SSO conductor raves about young Island pianist

Carter Johnson has returned home from the Canadian Federation of Music Teachers’ Associations’ National Piano Competition in Regina with arms full of awards.

Carter Johnson has returned home from the Canadian Federation of Music Teachers’ Associations’ National Piano Competition in Regina with arms full of awards.

Chosen as B.C.’s representative, the outstanding Campbell River pianist has a string of accomplishments and awards that are all the more impressive considering he is only 14.

Seasoned indeed.

Beginning piano lessons at age five, and ever championed by his Gabriola Island grandmother, Lorna Davison, Carter represented the North Island at the provincial competition for six consecutive years.

He won first place at the 2009 Junior Canadian Provincial competition, and first in both the Ruth Scott Chopin Competition and the prestigious Virginia Graczak Competition in 2010. In 2011, Johnson won first place in the Intermediate Canadian Competition.

That same year, he then went on to win the Strathcona Symphony Orchestra’s Concerto Competition, sponsored by Balfe Somers Wealth Management of RBC Dominion Securities.

SSO maestro Pippa Williams was enthusiastic in describing Carter Johnson.

“We were so excited to work with this fine young musician,” she said. “In his audition, his joie de vivre really came out … his personality shone in his outstanding performance. Clearly he showed us not only musical mastery, but that he loved what he was doing. We’re very fortunate, as an orchestra, to have his perspectives as a soloist, his professionalism, and his positive attitude.”

The Canadian Federation of Music Teachers encompasses all provinces and the Yukon, with a membership of approximately 3,500. The CFMTA’s mission is to “promote musical excellence through the many workshops, master classes and musical events held by our member provinces/territories and our branches throughout Canada.”

For the CFMTA’s biannual National Piano Competition event, one competitor from each Canadian province is chosen.
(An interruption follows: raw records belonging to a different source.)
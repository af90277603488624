"""Periods: site-local months and days as [start, end) UTC instants."""

from __future__ import annotations

import datetime as dt

import pandas as pd
import pytest
from report_fixtures import write_site

from perfcheck import periods
from perfcheck.errors import DataError


def test_month_period_follows_site_zone(tmp_path):
    site = write_site(tmp_path)
    start, end = periods.month_period(site, "2025-03")
    # Europe/Zurich: UTC+1 on 1 March, UTC+2 on 1 April (DST from 30 March 2025)
    assert start == pd.Timestamp("2025-02-28T23:00Z") and end == pd.Timestamp("2025-03-31T22:00Z")
    assert periods.last_complete_month(site, pd.Timestamp("2025-07-01T00:30+02:00")) == "2025-06"


def test_day_period_includes_the_last_day(tmp_path):
    site = write_site(tmp_path)
    start, end = periods.day_period(site, dt.date(2025, 3, 29), dt.date(2025, 3, 30))
    # Europe/Zurich: summer time from 30 March 2025 01:00 UTC (EU Directive 2000/84/EC, last
    # Sunday of March), so the two local days span 47 hours
    assert start == pd.Timestamp("2025-03-28T23:00Z") and end == pd.Timestamp("2025-03-30T22:00Z")
    with pytest.raises(DataError, match=r"^--to 2025-03-01 is before --from 2025-03-02$"):
        periods.day_period(site, dt.date(2025, 3, 2), dt.date(2025, 3, 1))
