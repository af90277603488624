"""The export meter (perfcheck.meter): settings, register differencing, placement on the
ledger, and the plant's figures at the meter on the invented demo plant.

Sources: IEC 61724-1 defines the final yield Y_f = E_out / P0 with E_out the system's AC
output where it is delivered, and PR = Y_f / Y_r; a cumulative register's energy over a
period is the difference of its readings at the period's ends (common practice for energy
meters). The demo truth (``demo_logs/truth.json``, written by perfcheck.scenario) states the
meter's design AC loss (1 %) and the energy its register counted across each logger gap.
"""

from __future__ import annotations

import json
import math

import numpy as np
import pandas as pd
import pytest
from logger_files import DEFAULT_COLUMNS, logger_toml, run_ingest, write_case

from perfcheck import analysis, meter, metrics, pipeline, report
from perfcheck.cli.check import format_table
from perfcheck.scenario.sitefile import METER_AC_LOSS_PCT
from perfcheck.site import load_site

GOOD = "ts,P,G,E\n2024-06-01 10:00,1,100,5\n"
METER_COLUMNS = (*DEFAULT_COLUMNS, ("E", "energy_register", "kWh", "plant"))


# --------------------------------------------------------------------------------------------
# settings


@pytest.mark.parametrize("columns, section, message", [
    (METER_COLUMNS, "ac_loss_pct = 25", "meter.ac_loss_pct: 25.0 is outside the range 0 to 20"),
    (METER_COLUMNS, "ac_loss_pct = nan", "meter.ac_loss_pct: expected a finite number, got nan"),
    (METER_COLUMNS, 'ac_loss_pct = "1 %"',
     "meter.ac_loss_pct: expected a number, got str '1 %'"),
    (METER_COLUMNS, 'basis = "grid"',
     "meter.basis: 'grid' is not one of 'auto', 'meter', 'inverters'"),
    (METER_COLUMNS, "ac_losses_pct = 1",
     "meter.ac_losses_pct: unknown key (known keys here: ac_loss_pct, basis)"),
    (DEFAULT_COLUMNS, 'basis = "meter"',
     'meter.basis: "meter" needs a meter column: a [[loggers.columns]] with inverter = '
     '"plant" and quantity energy_register or energy_interval'),
    (DEFAULT_COLUMNS, "ac_loss_pct = 1",
     "meter.ac_loss_pct: the site file maps no meter to apply it to (a [[loggers.columns]] "
     'with inverter = "plant" and quantity energy_register or energy_interval)'),
])
def test_bad_meter_settings_give_one_line_naming_the_key(tmp_path, columns, section, message):
    site, log = write_case(tmp_path, GOOD, loggers=logger_toml(columns=columns))
    site.write_text(site.read_text() + f"\n[meter]\n{section}\n")
    result = run_ingest(site, log)
    assert result.exit_code == 2
    assert result.stderr == f"perfcheck: error: {site}: {message}\n"


def test_basis_follows_the_meter_column(tmp_path):
    """With a meter column the plant is judged at the meter unless told otherwise; without one
    at the inverters, and the words say which (the check document states them)."""
    site, _ = write_case(tmp_path, GOOD, loggers=logger_toml(columns=METER_COLUMNS))
    at = meter.load_settings(load_site(site))
    assert (at.basis, at.ac_loss_pct, at.channels) == ("meter", 0.0,
                                                       ("column E of logger main",))
    assert "at the export meter" in at.words()
    site.write_text(site.read_text() + '\n[meter]\nbasis = "inverters"\nac_loss_pct = 1.5\n')
    at = meter.load_settings(load_site(site))
    assert (at.basis, at.factor) == ("inverters", pytest.approx(0.985))
    assert "at the inverters" in at.words() and "reconciled" in at.words()
    (tmp_path / "plain").mkdir()
    plain, _ = write_case(tmp_path / "plain", GOOD)
    at = meter.load_settings(load_site(plain))
    assert not at.has_meter and "maps no export meter" in at.words()


# --------------------------------------------------------------------------------------------
# register differencing and placement (common practice: energy = difference of readings)

T0 = pd.Timestamp("2024-06-01 10:00", tz="UTC")
FIVE = pd.Timedelta(minutes=5)


def _raw(values, minutes, column="register_wh"):
    ts = [T0 + pd.Timedelta(minutes=m) for m in minutes]
    other = "energy_interval_wh" if column == "register_wh" else "register_wh"
    return pd.DataFrame({"ts": ts, column: values, other: np.nan})


def test_register_steps_are_the_differences_of_its_readings():
    # a reading stored at an interval's start counts to that interval's end, so the step
    # between readings at 10:00 and 10:05 is the energy of [10:05, 10:10)
    sp = meter.spans(_raw([100.0, 110.0, 125.0], [0, 5, 10]), 300, None, None, 1e6)
    assert sp["energy_wh"].tolist() == [10.0, 15.0]
    assert list(sp["lo"]) == [T0 + FIVE, T0 + 2 * FIVE]
    assert not sp["gap"].any()


def test_register_rollover_reset_and_implausible_steps():
    # wraps at 1000 Wh: 990 -> 5 is 15 Wh; a replaced meter (125 -> 0) is no energy; a step
    # above 1.5 times the rating over its time (100 kWh in 5 min on a 10 kW plant) neither
    sp = meter.spans(_raw([990.0, 5.0, 25.0], [0, 5, 10]), 300, 1000.0, None, 1e6)
    assert sp["energy_wh"].tolist() == [15.0, 20.0]
    sp = meter.spans(_raw([100.0, 125.0, 0.0, 10.0], [0, 5, 10, 15]), 300, None, None, 1e6)
    assert sp["energy_wh"].tolist() == [25.0, 10.0]
    sp = meter.spans(_raw([0.0, 100_000.0], [0, 5]), 300, None, None, 10_000.0)
    assert sp.empty


def test_register_step_across_a_gap_takes_the_shape_of_the_expected_power():
    """Readings at 10:00 and 10:15 (10:05 and 10:10 lost): 60 Wh over [10:05, 10:20), spread
    over the three intervals as the expected power 1 : 2 : 3 (invented numbers)."""
    sp = meter.spans(_raw([100.0, 160.0], [0, 15]), 300, None, None, 1e6)
    assert sp["gap"].tolist() == [True]
    index = pd.date_range(T0, periods=5, freq="5min")
    placed = meter.place(sp, index, np.full(5, 300.0), np.array([9.0, 1.0, 2.0, 3.0, 9.0]))
    np.testing.assert_allclose(placed.energy_wh, [np.nan, 10.0, 20.0, 30.0, np.nan])
    assert placed.shaped.tolist() == [False, True, True, True, False]
    assert placed.unplaced_wh == 0.0
    # at night (no expected power) the energy is spread evenly over the intervals
    placed = meter.place(sp, index, np.full(5, 300.0), np.zeros(5))
    np.testing.assert_allclose(placed.energy_wh, [np.nan, 20.0, 20.0, 20.0, np.nan])
    # a span over no ledger interval is reported, not lost silently
    later = meter.place(sp, index + pd.Timedelta(days=1), np.full(5, 300.0), np.ones(5))
    assert np.isnan(later.energy_wh).all() and later.unplaced_wh == 60.0


def test_interval_energy_goes_to_its_interval():
    sp = meter.spans(_raw([7.0, 8.0], [0, 5], "energy_interval_wh"), 300, None, None, 1e6)
    index = pd.date_range(T0, periods=2, freq="5min")
    placed = meter.place(sp, index, np.full(2, 300.0), np.ones(2))
    np.testing.assert_allclose(placed.energy_wh, [7.0, 8.0])
    assert not placed.shaped.any()


def test_meter_energy_is_shared_by_measured_energy_then_expected():
    measured = np.array([[30.0, 10.0], [np.nan, 10.0], [0.0, 0.0]])
    expected = np.array([[35.0, 12.0], [30.0, 12.0], [0.0, 0.0]])
    got = meter.share(np.array([39.0, 42.0, 4.0]), measured, expected)
    np.testing.assert_allclose(got, [[29.25, 9.75], [31.5, 10.5], [2.0, 2.0]])


# --------------------------------------------------------------------------------------------
# the demo plant at its meter


@pytest.fixture(scope="module")
def whole(demo_db):
    con = demo_db.connect()
    try:
        start, end = metrics.resolve_period(con, demo_db.site, None, None)
        doc = pipeline.view(con, demo_db.site, start, end)
        ledger = con.execute(
            "SELECT l.* FROM ledger l JOIN analyses a USING (analysis_id) WHERE a.is_current"
        ).df()
        register = con.execute(
            "SELECT ts, value FROM readings WHERE device = 'plant' ORDER BY ts").df()
    finally:
        con.close()
    ledger["ts"] = pd.to_datetime(ledger["ts"], utc=True)
    return doc, ledger, register


def test_demo_plant_figures_are_at_the_meter(whole, demo_db):
    """IEC 61724-1: Y_f = E_out / P0 and PR = Y_f / Y_r with E_out at the point of delivery.
    The demo's meter counts the inverters' output less 1 % (truth), so the plant's PR at the
    meter is the inverters' PR less about 1 % (tolerance 0.2 % of PR: the meter's 0.1 kWh
    register resolution and the intervals where only one of the two has energy)."""
    doc, _, _ = whole
    assert doc["settings"]["plant_basis"].startswith("plant yields and PR at the export meter")
    p = doc["metrics"]["period"]
    inv_e = sum(i["measured_kwh"] for i in p["inverters"])
    # the inverters' PR: their energy over their reference yields, P0-weighted (the plant at
    # the meter also counts the logger gaps the meter bridged, so its own Y_r differs a little)
    p0 = [demo_db.site.inverter(i["scope"][9:]).dc_kwp for i in p["inverters"]]
    inv_pr = sum(i["pr"] * i["yr_h"] * k for i, k in zip(p["inverters"], p0, strict=True)) \
        / sum(i["yr_h"] * k for i, k in zip(p["inverters"], p0, strict=True))
    assert p["pr"] == pytest.approx(inv_pr * (1 - METER_AC_LOSS_PCT / 100), rel=2e-3)
    assert p["yf_h"] == pytest.approx(p["pr"] * p["yr_h"], rel=1e-6)
    assert p["measured_kwh"] == pytest.approx(inv_e, abs=0.5)  # the inverters' energy stays
    rec = p["meter"]
    assert rec["expected_ac_loss_pct"] == METER_AC_LOSS_PCT
    assert rec["difference_pct"] == pytest.approx(METER_AC_LOSS_PCT, abs=0.05)


def test_delivered_energy_is_the_register_difference(whole):
    """Common practice: a register's energy over a period is the difference of its readings;
    the demo's register restarts once (a replaced meter, truth ``meter_reset``), so the sum is
    taken on both sides of it. The ledger's delivered energy must equal it to within the
    energy the placement cannot use (the reset step, night steps outside the ledger): 0.1 %."""
    doc, ledger, register = whole
    v = register["value"].to_numpy()
    steps = np.diff(v)
    total_kwh = steps[steps >= 0].sum() / 1000.0
    delivered_kwh = ledger["delivered_wh"].sum() / 1000.0
    assert delivered_kwh == pytest.approx(total_kwh, rel=1e-3)


def test_register_across_a_logger_gap_is_measured_energy(whole, demo_db):
    """Demo truth: in each gap of the main logger the register kept counting
    (``metered_kwh``). That energy is on the ledger as delivered energy in the gap's
    intervals, shaped by the expected power (tolerance 3 %: the step that spans the gap also
    covers the first interval after it, which takes its expected share), and no outage
    event covers a gap."""
    doc, ledger, _ = whole
    truth = json.loads((demo_db.logs / "truth.json").read_text())
    gaps = [e for e in truth["logger_habits"] + truth["faults"]
            if e["kind"] == "data_gap" and "metered_kwh" in e["parameters"]]
    assert gaps
    for g in gaps:
        a, b = pd.Timestamp(g["start"]), pd.Timestamp(g["end"])
        inside = ledger[(ledger["ts"] >= a) & (ledger["ts"] < b)]
        assert inside["measured_wh"].isna().all()
        got = inside["delivered_wh"].sum() / 1000.0
        assert inside["delivered_shaped"].all()  # marked: spread in the expected shape
        assert got == pytest.approx(g["parameters"]["metered_kwh"], rel=0.03), g["start"]
        assert not [e for e in doc["events"] if e["kind"] == "outage"
                    and e["start"] < g["end"] and e["end"] > g["start"]]
    m = doc["losses"]["meter"]
    metered = sum(g["parameters"]["metered_kwh"] for g in gaps)
    assert m["without_inverter_data_kwh"] >= metered * 0.97
    assert m["shaped_kwh"] >= metered * 0.97


def test_meter_block_reconciles_with_the_ledger(whole):
    """Ledger rule (our own design, common practice for a ledger): delivered = inverters -
    AC losses - inverter energy without a meter reading + meter energy without inverter
    data, on any window; the months' reconciliation adds up to the period's."""
    doc, _, _ = whole
    m = doc["losses"]["meter"]
    assert m["inverter_kwh"] == pytest.approx(doc["losses"]["measured_kwh"], abs=0.1)
    assert m["delivered_kwh"] == pytest.approx(
        m["inverter_kwh"] - m["ac_losses_kwh"] - m["not_metered_kwh"]
        + m["without_inverter_data_kwh"], abs=0.1)
    assert doc["metrics"]["period"]["delivered_kwh"] == pytest.approx(m["delivered_kwh"],
                                                                      abs=0.1)
    months = doc["metrics"]["monthly"]
    for key in ("inverter_kwh", "meter_kwh"):
        assert math.fsum(x["meter"][key] for x in months) == \
            pytest.approx(doc["metrics"]["period"]["meter"][key], abs=0.1 * len(months))
    assert doc["metrics"]["period"]["meter"]["inverter_kwh"] - \
        doc["metrics"]["period"]["meter"]["meter_kwh"] == pytest.approx(m["ac_losses_kwh"],
                                                                       abs=0.1)


def test_without_a_meter_the_plant_is_its_inverters(demo_db, tmp_path):
    """The same plant read with basis = "inverters": the plant's PR is the inverters' again
    (sum of their energy over the reference yield), the meter still reconciled."""
    text = (demo_db.logs / "site.toml").read_text(encoding="utf-8")
    text = text.replace("[meter]\n", '[meter]\nbasis = "inverters"\n', 1)
    (tmp_path / "site.toml").write_text(text, encoding="utf-8")
    site = load_site(tmp_path / "site.toml")
    assert not meter.load_settings(site).at_meter
    con = demo_db.connect()
    try:
        start, end = metrics.resolve_period(con, site, None, None)
        stored = analysis.current(con)
        at_meter = analysis.view(con, demo_db.site, start, end, stored)
        doc = analysis.view(con, site, start, end, stored)
    finally:
        con.close()
    p = doc["metrics"]["period"]
    assert doc["losses"]["meter"]["basis"] == "inverters"
    assert "at the inverters" in doc["settings"]["plant_basis"]
    inv = sum(i["measured_kwh"] for i in p["inverters"])
    assert p["measured_kwh"] == pytest.approx(inv, abs=0.5)
    assert p["pr"] > at_meter["metrics"]["period"]["pr"]
    assert "meter" in p  # the reconciliation is still shown


def test_check_text_says_the_basis_and_the_way_to_the_meter(whole, demo_db):
    """`perfcheck check` without --json: the basis in words and delivered = inverters - AC
    losses - not metered + metered without inverter data, in kWh as the JSON has them."""
    doc, _, _ = whole
    lines = format_table(doc, demo_db.site).splitlines()
    basis = [x for x in lines if x.startswith("Plant basis: ")]
    assert basis == [f"Plant basis: {doc['settings']['plant_basis']}"]
    way = [x for x in lines if x.startswith("At the export meter: ")]
    m = doc["losses"]["meter"]
    assert len(way) == 1 and f"delivered {report.kwh(m['delivered_kwh'])} kWh" in way[0]
    assert f"AC losses {report.kwh(m['ac_losses_kwh'])}" in way[0]
    for code in ("None", "e+", "True", "energy_register"):
        assert code not in "\n".join(basis + way), code
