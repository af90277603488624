"""Truth physics of the scenario suite, each against a published form or pvlib's own code."""

from __future__ import annotations

import numpy as np
import pvlib
from numpy.testing import assert_allclose

from perfcheck.scenario.suite import physics
from perfcheck.scenario.suite.generate import spectral_coefficients

AOI = np.array([0.0, 20.0, 40.0, 60.0, 70.0, 80.0, 85.0, 89.0, 90.0, 95.0])


def test_ashrae_iam_published_form() -> None:
    # Souka & Safwat 1966 / ASHRAE 93-77: IAM = 1 - b0 (1/cos - 1); at 60 deg with b0 = 0.05:
    # 1 - 0.05 (2 - 1) = 0.95, worked by hand.
    assert_allclose(physics.iam_ashrae(np.array([0.0, 60.0]), 0.05), [1.0, 0.95], atol=1e-12)
    # pvlib.iam.ashrae is the reference implementation (same limits: 0 beyond 90 deg)
    assert_allclose(physics.iam_ashrae(AOI, 0.06), pvlib.iam.ashrae(AOI, 0.06), atol=1e-12)


def test_martin_ruiz_iam_published_form() -> None:
    # Martin & Ruiz 2001, eq. 5: at 60 deg with a_r = 0.16,
    # (1 - exp(-0.5/0.16)) / (1 - exp(-1/0.16)) = 0.957925... (worked by hand)
    expected = (1 - np.exp(-0.5 / 0.16)) / (1 - np.exp(-1 / 0.16))
    assert_allclose(physics.iam_martin_ruiz(np.array([60.0]), 0.16), [expected], rtol=1e-12)
    assert_allclose(physics.iam_martin_ruiz(AOI, 0.18), pvlib.iam.martin_ruiz(AOI, 0.18),
                    atol=1e-12)


def test_sapm_spectral_factor_against_king_and_pvlib() -> None:
    # King et al. 2004 (SAND2004-3535) eq. 5: a fourth-order polynomial in absolute air mass,
    # close to 1 at AM1.5 for a c-Si module (the reference spectrum is AM1.5): within 2 %.
    coeffs = spectral_coefficients("Canadian_Solar_CS5P_220M___2009_")
    assert abs(float(physics.spectral_factor_sapm(np.array([1.5]), coeffs)[0]) - 1.0) < 0.02
    am = np.array([1.0, 1.5, 2.0, 3.0, 5.0, 10.0])
    module = dict(zip([f"A{k}" for k in range(5)], coeffs, strict=True))
    assert_allclose(physics.spectral_factor_sapm(am, coeffs),
                    pvlib.spectrum.spectral_factor_sapm(am, module), rtol=1e-12)


def test_adr_relative_efficiency_worked_example() -> None:
    # Driesse & Stein 2020 (SAND2020-3877), worked example in pvlib's documentation of
    # pvefficiency_adr: k_d -6, k_rs 0.05, k_rsh 0.10 give 0.92797293 at 200 W/m^2, 25 C,
    # and exactly 1 at 1000 W/m^2.
    assert_allclose(physics.relative_efficiency_adr(np.array([1000.0, 200.0]), -6.0, 0.05, 0.10),
                    [1.0, 0.92797293], rtol=1e-8)
    g = np.array([50.0, 100.0, 400.0, 800.0, 1100.0])
    assert_allclose(physics.relative_efficiency_adr(g, -5.5, 0.07, 0.15),
                    pvlib.pvarray.pvefficiency_adr(g, 25.0, 1.0, -5.5, 0.0, 0.07, 0.15),
                    rtol=1e-12)


def test_thermal_lag_is_the_exact_first_order_step_response() -> None:
    # The lumped-capacitance model's step response (Jones & Underwood 2001; any text on
    # first-order systems): T(t) = T_new + (T_old - T_new) exp(-t/tau), sampled exactly.
    steady = np.r_[np.full(3, 20.0), np.full(30, 45.0)]
    lagged = physics.thermal_lag(steady, 60.0, 420.0)
    t = np.arange(1, 31) * 60.0
    assert_allclose(lagged[:3], 20.0)
    assert_allclose(lagged[3:], 45.0 - 25.0 * np.exp(-t / 420.0), rtol=1e-12)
Representatives must be students of Registered Music Teachers and must be 24 or under.

In this year’s competition, only three competitors — one from Saskatchewan, one from Alberta, and one from British Columbia — advanced to the final round. Each contestant played for 45 minutes.

After playing pieces by Bach, Beethoven, Chopin and Hétu in the semi-final round, Carter played Alberto Ginastera’s Suite de Danzas Criollas, Op. 15, Chopin’s Scherzo No. 2, Op. 31 and Ballade, Op., 118, No. 3 by Johannes Brahms in the final round.

Adjudicators Christine Vanderkooy, James Parker, and Kathleen Lohrenz Gable awarded the 2011 National Piano Competition’s second place (with a prize of $3,000) to Johnson.

He was also awarded the $1,000 Willard Schultz prize for best performance of a baroque composition.

“I was just beaming inside,” enthused Johnson. “I was proud and felt blessed to do so well. Grandma gave me the biggest hug — ever!”

His teacher, Shelly Roberts, beamed.

A highlight of the July competition was for each finalist to join the string members of the internationally acclaimed Gryphon Trio — Analee Patipatanakoon on violin and Roman Borys on cello — for a performance of Canadian composer David McIntyre’s Piano Trio No. 1.

McIntyre adjudicated the finalists’ presentation of his trio and chose Johnson as the winner for the Best Performance of the Piano Trio, awarding him a prize of $500. “You took lots of interpretive risks with my trio,” McIntyre told Carter, “and they paid off!”

What’s next for this talented young musician?

“I’ll continue to play and teach,” said Johnson, “and then of course school is only going to get busier. I hope to enter the Canadian Music Competition next year. The preliminary and semi-final rounds for B.C. take place in Vancouver and the location of the national final changes every year.”

The next CFMTA National Piano Competition will be held in July 2013 in Halifax. Carter Johnson will be 16. Want to bet he’ll be a finalist?